As per Clause 49(IV) (B) (3) of the Listing Agreement with Stock Exchanges, the Compensation and Nomination and Remuneration Committee (CNR Committee) has framed a policy on Board Diversity.
The Company recognizes the importance and benefits of having the diverse Board to enhance quality of its performance.
III. POLICY STATEMENT
The Company believes that a diverse Board will enhance the quality of the decisions made by the Board by utilizing the different skills, qualification, professional experience, gender, knowledge etc. of the members of the Board, is necessary for achieving desired objectives and sustainable results. For appointments of persons to office of Directors and deciding composition of the Board, the CNR Committee will take into consideration qualification and wide experience of the Directors, which the Board as a whole requires in order to be effective, apart from compliance of legal and contractual requirements of the Company.

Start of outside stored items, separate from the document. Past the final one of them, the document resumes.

import { capacityMinutes, daysNeeded } from './capacity';
import { checkWorkingHours, type WorkingHoursCheck } from './working-hours';
import { countWorkingDays, dateAtWorkingMinute, type WorkingCalendar } from './working-calendar';

/** One stage of the batch route (cutting, sewing, finishing…). */
export interface BatchStage {
  name: string;
  /** Standard minutes per garment in this stage. */
  samPerPiece: number;
  people: number;
  /** Fraction, 0.6 = 60 %. */
  efficiency: number;
  absenteeism?: number;
  /**
   * Stations a bundle passes through one after another inside the stage, each taking one bundle time
   * (bundle × minutes per piece) at the stage's pace: a sewing line of 6 stations has 6, a pooled cutting table
   * 1 (default).
   */
  stations?: number;
}

/** Input to {@link scheduleBatch}. */
export interface ScheduleBatchInput {
  quantity: number;
  /** Garments per bundle; the next stage starts once the first bundle is through (default 10). */
  bundleSize?: number;
  stages: BatchStage[];
  calendar: WorkingCalendar;
  /** First day that may be used, `yyyy-MM-dd`. */
  start: string;
  /** Due date (end of that day), `yyyy-MM-dd`. */
  due?: string;
  /** Slack below this many working days counts as `at-risk` (default 1). */
  riskSlackDays?: number;
}

/** One stage on the calendar. Minutes are working minutes from the start of the first day. */
export interface ScheduledStage {
  name: string;
  /** Minutes one garment occupies the stage's capacity: SAM ÷ (people × (1 − absence) × efficiency). */
  minutesPerPiece: number;
  startMinute: number;
  endMinute: number;
  startDate: string;
  endDate: string;
  /** Working days the stage needs on its own: ⌈Q × SAM ÷ capacity per day⌉. */
  daysNeeded: number;
}

/** Result of {@link scheduleBatch}. */
export interface BatchSchedule {
  stages: ScheduledStage[];
  finishMinute: number;
  finishDate: string;
  /** Working days from start to due (both included), null without a due date. */
  workingDaysToDue: number | null;
  risk: 'on-time' | 'at-risk' | 'late' | 'no-due-date';
  /** Extra minutes per working day (every stage) needed to finish by the due date; 0 when on time. */
  overtimeMinutesPerDay: number;
  /** Hours check of the calendar with that overtime (ILO C1). */
  hours: WorkingHoursCheck;
}

/**
 * Schedules a batch through its stages as a bundle flow. Inside a stage of S stations each bundle visits every
 * station in turn, one bundle time T = bundle × minutes per piece at each, so its first bundle leaves S × T after
 * the stage starts and the stage ends at start + Q × minutes per piece + (S − 1) × T. Stage k starts once the
 * first bundle has left stage k−1 and cannot finish before the last bundle arrives plus S × T (exact for
 * stations paced at the stage's rate: the bundle recurrence of a flow line).
 * Capacity per day follows {@link capacityMinutes}. Overtime needed is spread evenly over the working
 * days to the due date (a first estimate, not a re-plan). Throws RangeError on a stage without capacity.
 */
export function scheduleBatch(input: ScheduleBatchInput): BatchSchedule {
  const { quantity, calendar, start } = input;
  const bundle = Math.min(input.bundleSize ?? 10, Math.max(quantity, 1));
  const per = calendar.minutesPerDay;
  const stages: ScheduledStage[] = [];
  let prevStart = 0;
  let prevEnd = 0;
  let prevFirstOut = 0;
  input.stages.forEach((s, k) => {
    const cap = capacityMinutes({ people: s.people, minutesPerDay: 1, efficiency: s.efficiency, absenteeism: s.absenteeism });
    if (!(cap > 0)) throw new RangeError(`stage ${s.name} has no capacity`);
    const stations = s.stations ?? 1;
    if (!(Number.isInteger(stations) && stations >= 1)) throw new RangeError(`stage ${s.name}: stations must be a whole number ≥ 1`);
    const mpp = s.samPerPiece / cap;
    const bundleTime = bundle * mpp;
    const startMinute = k === 0 ? 0 : prevStart + prevFirstOut;
    const ownEnd = startMinute + quantity * mpp + (stations - 1) * bundleTime;
    const endMinute = k === 0 ? ownEnd : Math.max(ownEnd, prevEnd + stations * bundleTime);
    stages.push({
      name: s.name,
      minutesPerPiece: mpp,
      startMinute,
      endMinute,
      startDate: dateAtWorkingMinute(calendar, start, startMinute).date,
      endDate: dateAtWorkingMinute(calendar, start, endMinute, true).date,
      daysNeeded: daysNeeded(quantity * s.samPerPiece, cap * per),
    });
    prevStart = startMinute;
    prevEnd = endMinute;
    prevFirstOut = stations * bundleTime;
  });
  const finishMinute = prevEnd;
  const finishDate = dateAtWorkingMinute(calendar, start, finishMinute, true).date;
  const daysPerWeek = calendar.workdays.length;
  if (!input.due) {
    return { stages, finishMinute, finishDate, workingDaysToDue: null, risk: 'no-due-date', overtimeMinutesPerDay: 0, hours: checkWorkingHours(per, daysPerWeek) };
  }
  const daysToDue = countWorkingDays(calendar, start, input.due);
  const available = daysToDue * per;
  const slackDays = (available - finishMinute) / per;
  const risk = finishMinute > available + 1e-9 ? 'late' : slackDays < (input.riskSlackDays ?? 1) ? 'at-risk' : 'on-time';
  // Working faster by overtime scales every stage by per / (per + x): solve finish × per / (per + x) ≤ available.
  const overtime = risk === 'late' ? (daysToDue > 0 ? Math.max(0, (finishMinute * per) / available - per) : Infinity) : 0;
  return {
    stages,
    finishMinute,
    finishDate,
    workingDaysToDue: daysToDue,
    risk,
    overtimeMinutesPerDay: overtime,
    hours: checkWorkingHours(per + (Number.isFinite(overtime) ? overtime : 0), daysPerWeek),
  };
}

The CNR Committee believes that Board of Directors of the Company shall have an optimum combination of Non-Executive, Independent Directors and Non-Promoters along with a lady Director in the following manner :
(1) Chairman ……………… Non – Executive, Non - Independent
(2) Vice- Chairman ……………… Non – Executive, Non - Independent
(3) At least 50% ……………… Non – Executive
(4) At least 50% ……………… Independent
(5) At least 60% ……………… Non – Promoters
(6) At least 1 lady Director
The Committee shall endeavor to include and make good use of diversity in the skills, qualification, age and expertise of the Board.
IV. REVIEW OF THE POLICY
The CNR Committee will review the Policy, from time to time, to ensure the effectiveness of the Policy. The Committee will discuss any revisions that may be required, and recommend any such revisions to the Board for consideration and approval.
V. DISCLOSURE OF THE POLICY
This policy will be posted on the Company's website. The necessary disclosure about the policy will also be made as per requirements of Listing Agreement and Companies Act 2013.